The rangies vary. Why?

version for debugging

def mushrooms2(A, k, m):
    n = len(A)
    result = 0
    pref = prefix_sums(A)
    l1 =min(m, k) + 1
    print 'loop p in xrange(min(m, k) + 1): %d' % l1
    for p in xrange(min(m, k) + 1):
        print 'p %d' % p
        print 'A= %r' % A
        print 'pref= %r' % pref
        left_pos = k - p
        right_pos = min(n - 1, max(k, k + m - 2 * p))
        result = max(result, count_total(pref, left_pos, right_pos))
        print 'left_pos = k - p= %d' % left_pos
        print 'right_pos= min(n-1,max(k,k+m-2*p))= %d' % right_pos
        print 'max'
        print '(result %d' % result
        print 'count_total(pref, left_pos, right_pos)) %r, %r, %r, %r' % (pref,left_pos, right_pos,count_total(pref, left_pos, right_pos))
        print 'result= %d' % result
        print 'next p'
    l2=min(m + 1, n - k)
    print   'loop xrange(min(m + 1, n - k)): %d' % l2
    for p in xrange(min(m + 1, n - k)):
        print 'p %d' % p
        print 'A= %r' % A
        print 'pref= %r' % pref
        right_pos = k + p
        left_pos = max(0, min(k, k - (m - 2 * p)))
        result = max(result, count_total(pref, left_pos, right_pos))
        print 'right_pos = k + p= %d' % right_pos
        print 'left_pos = max(0, min(k, k - (m - 2 * p)))= %d' % left_pos
        print 'max'
        print '(result %d' % result
        print 'count_total(pref, left_pos, right_pos)) %r, %r, %r, %r' % (pref,left_pos, right_pos,count_total(pref, left_pos, right_pos))
        print 'result= %d' % result
        print 'next p'
    print 'result %d' % result
    return result

Solution

  • You are not alone in considering the loop construction to be counter-intuitive, as I had to spend a few minutes on it as well. Here's what I figured out.

    Now, the solution in the link you provided further details the optimal strategy is walking on path in such a way that one changes directions only once. In that manner, one is able to cover a range with left and right endpoints, which left_pos and right_pos seems to represent.

    As to the particulars of the loops, instead of thinking of the loop in terms of the loop variables(i.e. p) it is easier to figure out what changes through the course of the loop, and how p is used. Otherwise, figuring out what is in those min and max expressions seems a bit too peculiar in the beginning.
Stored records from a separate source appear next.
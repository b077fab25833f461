package identify

import (
	"math"

	"gonum.org/v1/gonum/floats"
	"gonum.org/v1/gonum/stat/distuv"
)

// Finding is what one test of the residuals found: how strongly the data ask for
// an effect that the model does not have, others being refitted at the same
// time.
type Finding struct {
	Test   string  `json:"test"`
	Effect float64 `json:"effect"` // relative size of the effect, in the unit of the test
	SD     float64 `json:"sd"`
}

// z is the effect in its own standard deviations.
func (f Finding) z() float64 { return math.Abs(f.Effect) / f.SD }

// Names of the tests, and what their effect means.
const (
	testDrift       = "gain-drift"   // relative change of the gain from the start of the record to its end
	testBreak       = "gain-break"   // relative change of the gain at the worst moment
	testJump        = "offset-jump"  // jump of the speed at the worst moment, over the spread of the speed
	testLevel       = "gain-level"   // relative change of the slope from the lowest voltage to the highest
	testTop         = "top"          // relative loss of slope above the knee that fits best
	testDirection   = "rise-fall"    // log of the ratio of the time constants rising and falling
	testReversal    = "reversal"     // friction voltage at the change of direction, over the largest voltage
	testDynamics    = "dynamics"     // speed that past voltages still explain, over the spread of the model's speed
	testResonance   = "resonance"    // speed in the residual's sharpest peak, over that spread
	testSystematic  = "systematic"   // slow part of the residual, over that spread
	testThroughZero = "through-zero" // the same, where the record goes through zero speed
	testSlip        = "slip"         // jump of the speed between two samples, over that spread
)

// examiner holds what the tests share.
type examiner struct {
	e        *estimate
	jac      [][]float64 // orthonormal basis of what the model can already explain
	residual []float64
	begins   []int
	gain     float64
	spread   float64 // standard deviation of the simulated speed
}

// examine runs every test that applies. The estimate must have been fitted to
// speeds.
func (e *estimate) examine() []Finding {
	if e.dof < 30 || e.proj.samples == 0 {
		return nil
	}
	x := &examiner{e: e, residual: e.residual, gain: e.linear[0]}
	raw, begins := e.jacobian()
	x.begins = begins
	x.jac = orthonormal(raw)
	sim := e.simulated()
	x.spread = deviation(sim) / math.Sqrt(float64(len(sim)))
	if !(x.spread > 0) {
		return nil
	}
	var out []Finding
	for _, f := range []func() []Finding{x.drift, x.breaks, x.level, x.direction, x.reversal, x.dynamics, x.spectrum} {
		for _, found := range f() {
			if finite(found.Effect) && finite(found.SD) && found.SD > 0 {
				out = append(out, found)
			}
		}
	}
	return out
}

// simulated returns the simulated output at the used samples.
func (e *estimate) simulated() []float64 {
	var out []float64
	at := 0
	p := e.proj
	p.each(e.params, false, func(gm *spanGram, s *stretch, sp span, cols [][]float64) {
		out = append(out, pick(combine(gm.lay, cols, e.linear, e.locals[at]), sp)...)
		at++
	})
	return out
}

// column gathers one value per used sample from a function of the span and the
// sample of the stretch.
func (x *examiner) column(value func(s *stretch, cols [][]float64, sp span, i int) float64) []float64 {
	var out []float64
	x.e.proj.each(x.e.params, true, func(_ *spanGram, s *stretch, sp span, cols [][]float64) {
		col := make([]float64, sp.to-sp.from)
		for i := range col {
			col[i] = value(s, cols, sp, i)
		}
		out = append(out, pick(col, sp)...)
	})
	return out
}

// response simulates the fitted structure on another drive, built from the
// voltage of each stretch.
func (x *examiner) response(change func(float64) float64) []float64 {
	p := x.e.proj
	keep := make([]*drive, len(p.pieces))
	for k, s := range p.pieces {
		keep[k] = s.drive
		u := make([]float64, len(s.drive.u))
		for j, v := range s.drive.u {
			u[j] = change(v)
		}
		s.drive = newDrive(s.drive.t, u, change(keep[k].before))
	}
	defer func() {
		for k, s := range p.pieces {
			s.drive = keep[k]
		}
	}()
	return x.column(func(_ *stretch, cols [][]float64, _ span, i int) float64 { return cols[0][i] })
}

// clean takes out of col what the model can explain.
func (x *examiner) clean(col []float64) {
	for _, q := range x.jac {
		floats.AddScaled(col, -floats.Dot(q, col), q)
	}
}

// test estimates the coefficient of an extra column, with a standard deviation
// that allows for coloured residuals. ok is false where the model itself can
// imitate the column.
func (x *examiner) test(col []float64) (coef, sd float64, ok bool) {
	size := floats.Norm(col, 2)
	c := append([]float64(nil), col...)
	x.clean(c)
	energy := floats.Dot(c, c)
	if !(energy > 1e-6*size*size) {
		return 0, 0, false
	}
	coef = floats.Dot(c, x.residual) / energy
	rest := append([]float64(nil), x.residual...)
	floats.AddScaled(rest, -coef, c)
	variance := floats.Dot(rest, rest) / float64(max(x.e.dof-1, 1))
	sd = math.Sqrt(variance / energy)
	if p := ljungBox(rest, 0); p < colourLevel {
		ar := fitAutoregression(rest, min(8, len(rest)/20))
		x.colour(ar, c)
		sd = math.Max(sd, math.Sqrt(ar.variance*floats.Dot(c, c))/energy)
	}
	return coef, sd, sd > 0
}

// colour runs a column through the noise model, span by span.
func (x *examiner) colour(ar autoregression, col []float64) {
	for k, from := range x.begins {
		to := len(col)
		if k+1 < len(x.begins) {
			to = x.begins[k+1]
		}
		ar.backColour(col[from:to])
	}
}

// effect runs test and scales its result.
func (x *examiner) effect(name string, col []float64, scale float64) []Finding {
	coef, sd, ok := x.test(col)
	if !ok {
		return nil
	}
	return []Finding{{name, coef / scale, sd / math.Abs(scale)}}
}

// responseColumn is the unit-gain response at the used samples.
func (x *examiner) responseColumn() []float64 {
	return x.column(func(_ *stretch, cols [][]float64, _ span, i int) float64 { return cols[0][i] })
}

// times returns the time of every used sample as a fraction of the record, −½ to ½.
func (x *examiner) times() []float64 {
	last := 0.0
	for _, s := range x.e.proj.pieces {
		last = math.Max(last, s.lag+s.drive.t[len(s.drive.t)-1])
	}
	return x.column(func(s *stretch, _ [][]float64, sp span, i int) float64 {
		return (s.lag+s.drive.t[sp.from+i])/last - 0.5
	})
}

func (x *examiner) drift() []Finding {
	col := x.responseColumn()
	floats.Mul(col, x.times())
	return x.effect(testDrift, col, x.gain)
}

// breaks looks for a moment at which the gain changes, and for one at which the
// speed jumps.
func (x *examiner) breaks() []Finding {
	const moments = 24
	base, n := x.responseColumn(), len(x.residual)
	var best [2]Finding
	for k := 1; k < moments; k++ {
		cut := k * n / moments
		gain, jump := make([]float64, n), make([]float64, n)
		copy(gain[cut:], base[cut:])
		for i := cut; i < n; i++ {
			jump[i] = 1
		}
		for t, f := range [][]Finding{x.effect(testBreak, gain, x.gain), x.effect(testJump, jump, x.spread)} {
			if len(f) > 0 && (best[t].Test == "" || f[0].z() > best[t].z()) {
				best[t] = f[0]
			}
		}
	}
	var out []Finding
	for _, f := range best {
		if f.Test != "" {
			out = append(out, f)
		}
	}
	return out
}

// voltages returns the range of the voltage that acts on the used stretches.
func (x *examiner) voltages() (lo, hi float64) {
	lo, hi = math.Inf(1), math.Inf(-1)
	for _, s := range x.e.proj.pieces {
		for _, u := range s.drive.u {
			lo, hi = math.Min(lo, u), math.Max(hi, u)
		}
	}
	return lo, hi
}

// level tests for a slope that changes steadily with the voltage, and for one
// that is lost above a knee.
func (x *examiner) level() []Finding {
	lo, hi := x.voltages()
	if !(hi > lo) {
		return nil
	}
	mid, span := (lo+hi)/2, hi-lo
	out := x.effect(testLevel, x.response(func(u float64) float64 { return (u - mid) * (u - mid) / (2 * span) }), x.gain)
	var knee Finding
	for _, share := range []float64{0.5, 0.65, 0.8} {
		at := lo + share*span
		f := x.effect(testTop, x.response(func(u float64) float64 { return math.Max(u-at, 0) }), x.gain)
		if len(f) > 0 && (knee.Test == "" || f[0].z() > knee.z()) {
			knee = f[0]
		}
	}
	if knee.Test != "" {
		out = append(out, knee)
	}
	return out
}

// direction tests whether the time constant differs between rising and falling
// speed.
func (x *examiner) direction() []Finding {
	p := x.e.proj
	if p.kern.shapes() == 0 {
		return nil
	}
	col := x.column(func(s *stretch, cols [][]float64, sp span, i int) float64 {
		l := p.layout(s, sp)
		base := l.globals + l.locals
		slope := -cols[base+l.shapes-1][i] // by time
		tau := cols[base][i]
		return math.Copysign(0.5, slope) * tau
	})
	return x.effect(testDirection, col, x.gain)
}

// reversal tests for friction that changes sign with the speed, where the record
// goes through zero: the response to a voltage that follows the sign of the
// simulated speed.
func (x *examiner) reversal() []Finding {
	if !x.reverses() || x.e.proj.kern.shapes() == 0 {
		return nil
	}
	sim := x.e.simulated()
	top := math.Max(-floats.Min(sim), floats.Max(sim))
	p := x.e.proj
	keep := make([]*drive, len(p.pieces))
	for k, s := range p.pieces {
		keep[k] = s.drive
	}
	at, piece := 0, 0
	p.each(x.e.params, false, func(gm *spanGram, s *stretch, sp span, cols [][]float64) {
		for p.pieces[piece] != s {
			piece++
		}
		y := combine(gm.lay, cols, x.e.linear, x.e.locals[at])
		at++
		u := make([]float64, len(s.drive.u))
		for i := sp.from; i < sp.to; i++ {
			u[i] = math.Tanh(y[i-sp.from] / (0.05 * top))
		}
		keep[piece] = newDrive(s.drive.t, u, u[0])
	})
	for k, s := range p.pieces {
		s.drive, keep[k] = keep[k], s.drive
	}
	col := x.responseColumn()
	for k, s := range p.pieces {
		s.drive = keep[k]
	}
	lo, hi := x.voltages()
	return x.effect(testReversal, col, -x.gain*math.Max(math.Abs(lo), math.Abs(hi)))
}

// reverses reports whether the simulated speed takes both signs.
func (x *examiner) reverses() bool {
	sim := x.e.simulated()
	lo, hi := floats.Min(sim), floats.Max(sim)
	top := math.Max(-lo, hi)
	return lo < -0.1*top && hi > 0.1*top
}

// dynamics asks whether past voltages explain anything that is left over, by
// eight delayed copies of the drive; effect is the speed they explain, and SD is
// such that z is the size of the test statistic in its own spread.
func (x *examiner) dynamics() []Finding {
	const taps = 8
	h, long := x.e.proj.extent()
	reach := math.Min(4*x.timescale()+6*h, long/6)
	var cols [][]float64
	for k := 0; k < taps; k++ {
		delay := reach * float64(k) / taps
		c := x.column(func(s *stretch, _ [][]float64, sp span, i int) float64 {
			return s.drive.at(s.drive.t[sp.from+i] - delay)
		})
		x.clean(c)
		for _, q := range cols {
			floats.AddScaled(c, -floats.Dot(q, c), q)
		}
		if n := floats.Norm(c, 2); n > 1e-6 {
			floats.Scale(1/n, c)
			cols = append(cols, c)
		}
	}
	if len(cols) == 0 {
		return nil
	}
	rest := append([]float64(nil), x.residual...)
	sum := 0.0
	for _, q := range cols {
		d := floats.Dot(q, x.residual)
		sum += d * d
		floats.AddScaled(rest, -d, q)
	}
	ar := fitAutoregression(rest, min(8, len(rest)/20))
	mean := 0.0
	for _, q := range cols {
		c := append([]float64(nil), q...)
		x.colour(ar, c)
		mean += ar.variance * floats.Dot(c, c)
	}
	if !(mean > 0) {
		return nil
	}
	k := float64(len(cols))
	stat := sum / (mean / k) // about chi-squared with k degrees of freedom
	effect := math.Sqrt(math.Max(sum-mean, 0)/float64(len(x.residual))) / x.spread
	z := (stat - k) / math.Sqrt(2*k)
	x.e.inputP = distuv.ChiSquared{K: k}.Survival(stat)
	return []Finding{{testDynamics, effect, effect / math.Max(z, 1e-9)}}
}

// timescale is the sum of the fitted time constants and the dead time.
func (x *examiner) timescale() float64 {
	shapes := x.e.proj.kern.shapes()
	t := x.e.params[shapes]
	if shapes > 0 {
		t += math.Exp(x.e.params[0])
	}
	return t
}

// at returns the voltage applied at time t of the stretch.
func (d *drive) at(t float64) float64 {
	lo, hi := 0, len(d.t)
	for lo < hi {
		m := (lo + hi) / 2
		if d.t[m] < t {
			lo = m + 1
		} else {
			hi = m
		}
	}
	if lo == 0 {
		return d.before
	}
	return d.u[lo-1]
}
    For instance, in the first loop, instead of figuring out what that range represents, try how left_pos is affected by different values p gets. After a bit of thinking, one notices that left_pos changes in a manner complying to the possible left endpoints.

    Specifically, when p == 0, left endpoint is the starting index(i.e. k) and when p is min(m, k), then it is either 0(i.e. if k < m) or (k - m). In the former case, that is as far as the left endpoint can go, as it would get out of the valid range of spots on the road. In the latter case, the number of moves prohibit any solution with a left_pos smaller than (k - m) since it is impossible to go from k to those indices in m moves.

    The assignment made to right_pos in the first loop can be explained similarly. min statement includes (n-1), which is the rightmost legal index that can be reached and it serves to keep the right endpoint in the allowed limits. The inner max statement features k, as it is the least possible value for right_pos. (i.e. due to k being the starting point) It also has an expression (k + m - 2 * p). This expression represents the following process:

    • Go to left for p moves.
    • Change direction, and go to right for p moves to reach the starting point.
    • Go to right with the remaining (m - 2p) moves.

    The second loop is just the reflection of this first loop, and you may explain it simply by adapting my explanation of the first loop.

    As to your second question, I do not think it is common practice to shift the indices for prefix sum arrays. I typically use this method in online programming contests and my implementation of the prefix sum array you use in Python would be as follows.

    def prefix_sums(A):
        n = len(A)
        P = [0] * n
        P[0] = A[0]
        for k in xrange(1, n):
            P[k] = P[k - 1] + A[k]
        return P
    
    def count_total(P, x, y):
        return (P[y] - P[x - 1] if x > 0 else P[y])
    

    The fundamental idea behind the implementation above is that, at P[x], we have the sum A[0] + A[1] + ... + A[x].